**Task instructions:** Return each line of the listing that contains the string "unit".

**Records to process:**
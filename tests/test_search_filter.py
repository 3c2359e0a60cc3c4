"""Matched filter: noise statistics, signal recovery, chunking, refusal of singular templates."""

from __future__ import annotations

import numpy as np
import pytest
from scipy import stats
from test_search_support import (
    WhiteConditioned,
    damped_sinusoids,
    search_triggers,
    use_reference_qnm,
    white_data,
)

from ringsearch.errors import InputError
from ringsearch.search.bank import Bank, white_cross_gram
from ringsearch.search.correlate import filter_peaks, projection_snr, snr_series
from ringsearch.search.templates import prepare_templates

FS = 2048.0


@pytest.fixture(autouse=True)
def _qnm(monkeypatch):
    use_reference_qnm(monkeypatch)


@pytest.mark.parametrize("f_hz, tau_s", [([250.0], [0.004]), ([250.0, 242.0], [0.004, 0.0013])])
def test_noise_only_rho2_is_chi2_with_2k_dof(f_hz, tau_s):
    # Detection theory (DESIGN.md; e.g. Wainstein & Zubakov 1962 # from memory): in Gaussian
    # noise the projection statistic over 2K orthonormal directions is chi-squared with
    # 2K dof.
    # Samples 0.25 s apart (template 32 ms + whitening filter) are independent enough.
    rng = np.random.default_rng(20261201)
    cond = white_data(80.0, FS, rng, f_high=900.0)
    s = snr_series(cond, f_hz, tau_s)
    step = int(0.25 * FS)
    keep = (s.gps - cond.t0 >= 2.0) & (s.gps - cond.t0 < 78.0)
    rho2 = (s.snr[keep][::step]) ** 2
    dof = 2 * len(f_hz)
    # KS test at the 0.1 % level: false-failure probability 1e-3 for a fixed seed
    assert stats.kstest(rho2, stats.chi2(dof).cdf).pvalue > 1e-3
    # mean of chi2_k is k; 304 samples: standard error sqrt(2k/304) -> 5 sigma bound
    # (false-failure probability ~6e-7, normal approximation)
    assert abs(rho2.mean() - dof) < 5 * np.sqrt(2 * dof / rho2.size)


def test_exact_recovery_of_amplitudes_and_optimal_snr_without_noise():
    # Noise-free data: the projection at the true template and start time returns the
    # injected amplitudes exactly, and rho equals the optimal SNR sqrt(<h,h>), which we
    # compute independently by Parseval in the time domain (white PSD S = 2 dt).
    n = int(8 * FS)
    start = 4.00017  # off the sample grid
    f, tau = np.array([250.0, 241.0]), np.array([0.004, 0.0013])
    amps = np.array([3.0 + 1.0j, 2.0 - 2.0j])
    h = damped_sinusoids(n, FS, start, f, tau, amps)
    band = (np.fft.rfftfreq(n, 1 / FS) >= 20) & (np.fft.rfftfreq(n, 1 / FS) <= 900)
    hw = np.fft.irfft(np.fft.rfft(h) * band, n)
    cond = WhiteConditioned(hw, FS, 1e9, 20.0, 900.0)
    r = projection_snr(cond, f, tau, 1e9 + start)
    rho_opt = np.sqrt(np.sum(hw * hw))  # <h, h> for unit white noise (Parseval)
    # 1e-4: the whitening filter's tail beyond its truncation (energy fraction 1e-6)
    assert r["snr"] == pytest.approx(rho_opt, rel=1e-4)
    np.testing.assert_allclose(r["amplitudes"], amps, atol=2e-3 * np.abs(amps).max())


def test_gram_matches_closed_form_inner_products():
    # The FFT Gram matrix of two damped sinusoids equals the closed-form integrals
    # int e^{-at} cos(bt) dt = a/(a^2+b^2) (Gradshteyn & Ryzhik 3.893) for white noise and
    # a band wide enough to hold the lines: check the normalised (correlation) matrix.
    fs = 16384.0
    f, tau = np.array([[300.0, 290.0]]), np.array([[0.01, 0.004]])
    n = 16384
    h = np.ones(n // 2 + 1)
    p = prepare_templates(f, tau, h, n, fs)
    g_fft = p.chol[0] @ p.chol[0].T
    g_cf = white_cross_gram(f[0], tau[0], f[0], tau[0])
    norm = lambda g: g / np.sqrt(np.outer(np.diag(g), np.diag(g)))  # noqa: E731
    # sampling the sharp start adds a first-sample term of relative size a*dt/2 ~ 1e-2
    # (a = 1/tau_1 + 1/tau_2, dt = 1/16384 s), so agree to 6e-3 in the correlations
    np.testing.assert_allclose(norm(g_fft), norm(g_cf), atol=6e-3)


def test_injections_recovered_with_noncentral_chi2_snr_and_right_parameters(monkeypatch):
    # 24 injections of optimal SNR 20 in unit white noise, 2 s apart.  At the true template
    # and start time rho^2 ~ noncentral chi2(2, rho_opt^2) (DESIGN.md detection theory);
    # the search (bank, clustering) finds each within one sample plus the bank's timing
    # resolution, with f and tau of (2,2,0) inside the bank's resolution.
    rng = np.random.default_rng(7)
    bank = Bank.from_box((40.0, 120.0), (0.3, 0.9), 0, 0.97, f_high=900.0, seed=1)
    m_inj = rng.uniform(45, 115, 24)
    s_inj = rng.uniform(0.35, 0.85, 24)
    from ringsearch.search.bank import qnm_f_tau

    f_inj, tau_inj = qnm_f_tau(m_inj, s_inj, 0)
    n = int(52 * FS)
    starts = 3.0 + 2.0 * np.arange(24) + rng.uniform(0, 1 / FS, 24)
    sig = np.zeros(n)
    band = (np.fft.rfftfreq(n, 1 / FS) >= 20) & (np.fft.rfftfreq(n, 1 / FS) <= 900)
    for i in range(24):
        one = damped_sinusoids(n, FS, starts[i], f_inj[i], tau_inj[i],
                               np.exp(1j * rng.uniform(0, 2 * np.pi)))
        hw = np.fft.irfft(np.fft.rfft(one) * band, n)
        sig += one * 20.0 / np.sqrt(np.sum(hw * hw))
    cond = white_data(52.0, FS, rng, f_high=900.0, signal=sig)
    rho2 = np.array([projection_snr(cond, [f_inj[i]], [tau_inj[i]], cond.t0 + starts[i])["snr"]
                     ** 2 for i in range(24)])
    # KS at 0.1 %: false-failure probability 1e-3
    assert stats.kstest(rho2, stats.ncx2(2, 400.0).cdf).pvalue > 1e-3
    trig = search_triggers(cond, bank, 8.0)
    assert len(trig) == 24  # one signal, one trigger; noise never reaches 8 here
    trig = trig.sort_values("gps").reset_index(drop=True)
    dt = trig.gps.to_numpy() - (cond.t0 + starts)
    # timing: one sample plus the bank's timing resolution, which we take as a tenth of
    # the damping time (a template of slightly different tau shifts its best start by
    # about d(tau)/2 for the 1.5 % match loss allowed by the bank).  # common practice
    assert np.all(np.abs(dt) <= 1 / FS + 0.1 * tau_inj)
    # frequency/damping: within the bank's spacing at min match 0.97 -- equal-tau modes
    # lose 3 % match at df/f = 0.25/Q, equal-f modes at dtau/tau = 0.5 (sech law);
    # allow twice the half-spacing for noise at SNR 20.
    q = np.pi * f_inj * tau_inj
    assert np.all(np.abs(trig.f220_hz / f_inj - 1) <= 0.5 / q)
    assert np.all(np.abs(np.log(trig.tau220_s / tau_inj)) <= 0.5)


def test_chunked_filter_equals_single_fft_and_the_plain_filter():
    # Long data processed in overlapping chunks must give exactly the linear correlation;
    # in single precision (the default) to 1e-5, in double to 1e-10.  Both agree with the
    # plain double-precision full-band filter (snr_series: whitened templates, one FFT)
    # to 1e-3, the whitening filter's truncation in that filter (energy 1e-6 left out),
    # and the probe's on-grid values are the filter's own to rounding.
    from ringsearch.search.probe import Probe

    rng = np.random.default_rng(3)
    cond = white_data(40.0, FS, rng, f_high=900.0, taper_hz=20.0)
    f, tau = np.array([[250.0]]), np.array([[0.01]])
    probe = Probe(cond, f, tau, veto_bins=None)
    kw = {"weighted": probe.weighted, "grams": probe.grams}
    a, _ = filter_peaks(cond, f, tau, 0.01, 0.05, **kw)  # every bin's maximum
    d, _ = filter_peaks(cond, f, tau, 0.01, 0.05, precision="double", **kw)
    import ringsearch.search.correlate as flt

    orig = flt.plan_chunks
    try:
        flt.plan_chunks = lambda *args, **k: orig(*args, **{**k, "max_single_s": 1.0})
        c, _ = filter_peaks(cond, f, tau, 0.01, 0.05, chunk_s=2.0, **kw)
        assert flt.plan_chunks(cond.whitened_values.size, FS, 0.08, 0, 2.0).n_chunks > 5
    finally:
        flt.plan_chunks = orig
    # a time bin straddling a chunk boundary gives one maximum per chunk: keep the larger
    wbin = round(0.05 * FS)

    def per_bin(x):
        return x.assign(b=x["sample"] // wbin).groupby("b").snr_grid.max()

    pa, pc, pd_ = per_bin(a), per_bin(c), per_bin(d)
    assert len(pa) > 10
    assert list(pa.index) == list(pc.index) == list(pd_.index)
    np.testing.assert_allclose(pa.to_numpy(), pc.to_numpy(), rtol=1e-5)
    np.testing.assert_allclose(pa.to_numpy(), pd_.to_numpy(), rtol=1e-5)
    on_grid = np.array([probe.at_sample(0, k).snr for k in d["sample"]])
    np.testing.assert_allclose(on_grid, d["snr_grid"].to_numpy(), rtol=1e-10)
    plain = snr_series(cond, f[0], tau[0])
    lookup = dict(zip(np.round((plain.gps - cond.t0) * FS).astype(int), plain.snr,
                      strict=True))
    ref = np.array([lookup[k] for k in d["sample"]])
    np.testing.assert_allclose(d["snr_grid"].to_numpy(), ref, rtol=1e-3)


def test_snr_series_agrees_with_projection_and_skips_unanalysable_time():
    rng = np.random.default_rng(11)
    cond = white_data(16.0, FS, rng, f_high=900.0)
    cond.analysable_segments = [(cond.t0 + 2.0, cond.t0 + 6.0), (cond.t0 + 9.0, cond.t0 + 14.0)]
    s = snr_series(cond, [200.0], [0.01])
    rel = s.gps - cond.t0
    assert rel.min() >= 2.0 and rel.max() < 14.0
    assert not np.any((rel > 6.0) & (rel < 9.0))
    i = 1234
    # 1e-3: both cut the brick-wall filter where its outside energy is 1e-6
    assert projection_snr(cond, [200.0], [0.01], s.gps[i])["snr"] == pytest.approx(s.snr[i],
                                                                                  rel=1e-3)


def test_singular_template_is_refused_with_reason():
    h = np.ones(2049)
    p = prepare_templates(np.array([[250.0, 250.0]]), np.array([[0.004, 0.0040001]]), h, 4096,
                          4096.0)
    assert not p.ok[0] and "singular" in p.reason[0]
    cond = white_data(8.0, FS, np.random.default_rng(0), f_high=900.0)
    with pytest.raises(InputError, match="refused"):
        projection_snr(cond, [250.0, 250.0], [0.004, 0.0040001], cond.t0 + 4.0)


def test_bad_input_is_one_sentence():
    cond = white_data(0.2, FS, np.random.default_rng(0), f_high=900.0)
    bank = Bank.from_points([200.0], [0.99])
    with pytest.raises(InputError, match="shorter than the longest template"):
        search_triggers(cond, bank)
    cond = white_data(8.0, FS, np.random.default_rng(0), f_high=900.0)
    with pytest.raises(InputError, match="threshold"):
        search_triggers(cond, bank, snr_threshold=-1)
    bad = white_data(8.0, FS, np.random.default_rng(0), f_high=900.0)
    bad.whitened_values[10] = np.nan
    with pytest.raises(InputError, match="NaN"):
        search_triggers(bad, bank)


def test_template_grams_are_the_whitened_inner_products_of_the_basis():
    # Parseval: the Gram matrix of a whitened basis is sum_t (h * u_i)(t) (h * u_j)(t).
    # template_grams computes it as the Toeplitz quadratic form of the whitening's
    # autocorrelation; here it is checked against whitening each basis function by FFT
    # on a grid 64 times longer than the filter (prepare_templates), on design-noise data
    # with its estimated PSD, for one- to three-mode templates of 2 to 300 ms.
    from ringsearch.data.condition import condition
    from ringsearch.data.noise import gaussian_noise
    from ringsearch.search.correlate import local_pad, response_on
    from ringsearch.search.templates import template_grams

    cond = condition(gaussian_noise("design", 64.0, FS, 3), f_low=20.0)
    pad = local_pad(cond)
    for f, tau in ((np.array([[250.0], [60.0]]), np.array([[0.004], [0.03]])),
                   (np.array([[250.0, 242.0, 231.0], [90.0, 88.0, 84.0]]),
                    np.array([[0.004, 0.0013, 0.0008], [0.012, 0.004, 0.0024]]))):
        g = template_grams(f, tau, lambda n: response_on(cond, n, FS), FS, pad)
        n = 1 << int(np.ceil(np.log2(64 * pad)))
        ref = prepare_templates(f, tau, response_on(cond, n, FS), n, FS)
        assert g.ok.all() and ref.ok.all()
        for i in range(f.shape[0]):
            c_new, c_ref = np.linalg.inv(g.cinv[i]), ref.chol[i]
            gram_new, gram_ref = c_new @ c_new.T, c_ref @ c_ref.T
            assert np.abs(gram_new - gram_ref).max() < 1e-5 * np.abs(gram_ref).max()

**Result of the exercise:**
    rho_opt = np.sqrt(np.sum(hw * hw))  # <h, h> for unit white noise (Parseval)
    # 24 injections of optimal SNR 20 in unit white noise, 2 s apart.  At the true template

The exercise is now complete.